Chaque jour de grand marché, c’est-à-dire jour de Bourse, il y venait en plus un personnage d’allures et de mise étranges.

C’était un grand vieillard sec, à la figure toujours mal rasée, aux aristocratiques mains sales, aux ongles noirs, et dont la tenue tenait du citadin et du paysan. Il portait, été comme hiver, un chapeau haut de forme gris, dont les poils longs n’étaient jamais brossés. Son habit couleur bleu-barbeau, retenu par de massifs boutons de cuivre, s’ouvrait sur un gilet à palmes. Ses jambes étaient emprisonnées dans des guêtres, boutonnées à la mode ancienne, et ses pieds dans des sabots de bois jauni.

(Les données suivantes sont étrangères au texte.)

(V1) mass, fill from a supply of composition z_in:
         n_f z_f = n_0 z_0 + (n_f - n_0) z_in
(V2) energy, fill from a supply at constant state (T_in, P_in):
         n_f u_f - n_0 u_0 + C_w (T_f - T_w0) = (n_f - n_0) h_in + Q
     h_in is the supply's own molar enthalpy: a throttle or regulator
     between supply and vessel is isenthalpic, so what enters carries h_in
     whatever the pressure drop (steady adiabatic flow, no shaft work,
     kinetic energy neglected).
(V3) volume: v_f = V / n_f; the end state is the (u, v) state of z_f (or,
     with a wall, the T with (V2) satisfied at v_f).
(V4) vent, outflow at the vessel's own state, rigid, adiabatic:
         d(n u) = h dn   =>   n du = -P dv n   =>   ds = 0 per mole
     the content left in the vessel follows its own isentrope
     (s_f = s_0 at v_f = V / n_f).  With the outflow at the vessel's state
     the mixture leaves as a whole ("homogeneous outflow"), also when
     two-phase; a vapour-only draw is not modelled here.
(V5) vent with a wall in equilibrium with the gas:
         d(n u + C_w T) = h dn   (equivalently (n c_v + C_w) dT = v T (dP/dT)_v dn)
     integrated for E = n u + C_w T in x = ln n (scipy ``solve_ivp``),
     T recovered from E at each step; the enthalpy that left is E_0 - E_f.
(V6) cascade bank k (adiabatic, homogeneous outflow): the bank vents along
     its own isentrope, s_b = s_b0 at v_b = V_b/(n_b0 - N); the vessel
     receives H_k(N) = ∫_0^N h_b(N') dN' (Gauss-Legendre quadrature in N).
     The vessel is then (V1)-(V3) with (N, H_k) in place of
     (n_f - n_0, (n_f - n_0) h_in).
(V7) settled state: the same content at constant volume brought to
     T_settle: (T_settle, v_f); settled pressure is its P.  The short fill
     is m(P_nominal, T_settle) - m_f; the state of charge is
     ρ_f / ρ(P_nominal, T_nominal) (definition as used for hydrogen vehicle
     fills, SAE J2601, from memory; T_nominal 15 °C by default).

Every result carries the energy and mass closure as relative numbers
(residual of (V2), (V4)-(V6) divided by n_f R T_f, and of (V1) divided by
m_f), the stop criterion that ended the fill or vent (and whether the one
asked for was met), and flags for limits passed.

Results are estimates from an equation of state and simplified models;
local codes, the vessel's approval documents and licensed practice govern.
"""
from __future__ import annotations

import math
from dataclasses import dataclass, field

import numpy as np

from .constants import R
from .errors import ConvergenceError, EosfillError, InputError

CAUTION = ("Caution: estimates from an equation of state and simplified models (adiabatic or "
           "lumped-wall balances); local codes, the vessel's approval documents and licensed "
           "practice govern.")
T_NOMINAL = 288.15  # K, 15 °C: reference temperature of a nominal working pressure (common practice, no source)

FILL_STOPS = ("target_pressure", "target_mass", "target_settled_pressure", "target_fill_density",
              "supply_pressure")
VENT_STOPS = ("target_pressure", "target_mass")

# Defaults of the UN Model Regulations, packing instruction P200 (5)(b), for
# low-pressure liquefied gases (critical temperature above 65 °C): filling
# ratio at most 0.95 x the liquid density at 50 °C, and the vessel not
# liquid-full at any temperature up to 60 °C.  From memory (edition not
# verified; the same two rules are worded for P206 at
# https://portofrotterdam.dgcampus.com/instructions/P206/?provision=PP89).
# Defaults the user must confirm against the rules that apply to them.
P200_LIQUID_DENSITY_TEMPERATURE = 323.15  # K, 50 °C
P200_FACTOR = 0.95
P200_LIQUID_FULL_TEMPERATURE = 333.15  # K, 60 °C
P200_LOW_PRESSURE_TC = 338.15  # K, 65 °C: above it a "low pressure liquefied gas"


# --------------------------------------------------------------------------
# inputs
# --------------------------------------------------------------------------
def _positive(name, value, allowed="a number > 0"):
    try:
        x = float(value)
    except (TypeError, ValueError):
        raise InputError(name, value, allowed) from None
    if not math.isfinite(x) or x <= 0.0:
        raise InputError(name, value, allowed)
    return x


def _nonneg(name, value, allowed="a number >= 0"):
    try:
        x = float(value)
    except (TypeError, ValueError):
        raise InputError(name, value, allowed) from None
    if not math.isfinite(x) or x < 0.0:
        raise InputError(name, value, allowed)
    return x


@dataclass
class Vessel:
    """A rigid vessel.

    Parameters
    ----------
    volume : float
        Internal volume [m³], > 0.
    wall_heat_capacity : float
        m_w c_w of the wall taking part [J/K], >= 0 (0: adiabatic gas).
    wall_temperature : float or None
        Initial wall temperature [K]; None: the initial gas temperature
        (for an empty vessel it must then be given when the wall counts).
    """

    volume: float
    wall_heat_capacity: float = 0.0
    wall_temperature: float | None = None

    def __post_init__(self):
        self.volume = _positive("volume", self.volume, "a volume > 0 m3")
        self.wall_heat_capacity = _nonneg("wall_heat_capacity", self.wall_heat_capacity,
                                          "a heat capacity >= 0 J/K (wall mass x specific heat)")
        if self.wall_temperature is not None:
            self.wall_temperature = _positive("wall_temperature", self.wall_temperature, "a temperature > 0 K")
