/**
 * An in-process port to an EngineHost, for Node tests and the in-process engine: the
 * messages are cloned and delivered on later tasks (setTimeout 0) in both directions, as
 * postMessage would, so code driven through it sees the same asynchrony as with the
 * worker. Transfer is not emulated: the sender keeps its arrays.
 */
import type { EnginePort } from './client.ts';
import { EngineHost, type EngineHostOptions } from './host.ts';
import type { EngineReply } from './protocol.ts';
import { createPump, type Pump } from './pump.ts';

export interface Loopback {
  port: EnginePort;
  host: EngineHost;
}

export function createLoopback(options: EngineHostOptions & { sliceMs?: number } = {}): Loopback {
  let onReply: ((r: EngineReply) => void) | undefined;
  let closed = false;
  const host = new EngineHost((reply) => {
    const copy = structuredClone(reply);
    setTimeout(() => {
      if (!closed) onReply?.(copy);
    }, 0);
  }, options);
  const pump: Pump = createPump(host, options.sliceMs);
  const port: EnginePort = {
    post(msg) {
      const copy = structuredClone(msg);
      setTimeout(() => {
        if (closed) return;
        host.handle(copy);
        pump();
      }, 0);
    },
    listen(cb) {
      onReply = cb;
    },
    close() {
      closed = true;
      pump.stop();
      host.dispose();
    },
  };
  return { port, host };
}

L’anse d’un immuable panier à couvercle était passée à son bras droit, et sa main gauche tenait toujours, quel que fût le temps, un énorme parapluie de coton bleu.

Ce bizarre personnage se nommait le baron de Beauminois. Tel quel l’association du rat de ville et du rat des champs représentée par un seul individu. Il était le fils d’un grand seigneur, et peut-être bien aussi, celui de quelque servante de ferme.

Très instruit, il venait chaque semaine à la ville, pedibus cum jambis, chercher ou commander à la librairie des livres de philosophie ou de littérature française et étrangère, car il parlait avec facilité plusieurs langues. Très pressé de feuilleter celui qu’il venait de payer, il s’installait, sans cérémonie, sur une chaise, posait son panier à terre entre ses jambes, et prenant là un sérieux acompte, dévorait pendant une heure ou deux les pages à la bonne odeur de livre neuf.

Liette le regardait toujours comme un prodige. Le supposant déguisé, elle ne se lassait pas de l’examiner, d’abord de loin, puis se rapprochant pen à peu, en arrivait même à le taquiner, afin de le faire sortir de cette immobilité qui l’ennuyait à la longue. Lui, très doux à l’enfant, souriait paternellement sans se déranger, même lorsque, par mégarde, elle envoyait sa petite balle de caoutchouc dans son panier ou sur son livre.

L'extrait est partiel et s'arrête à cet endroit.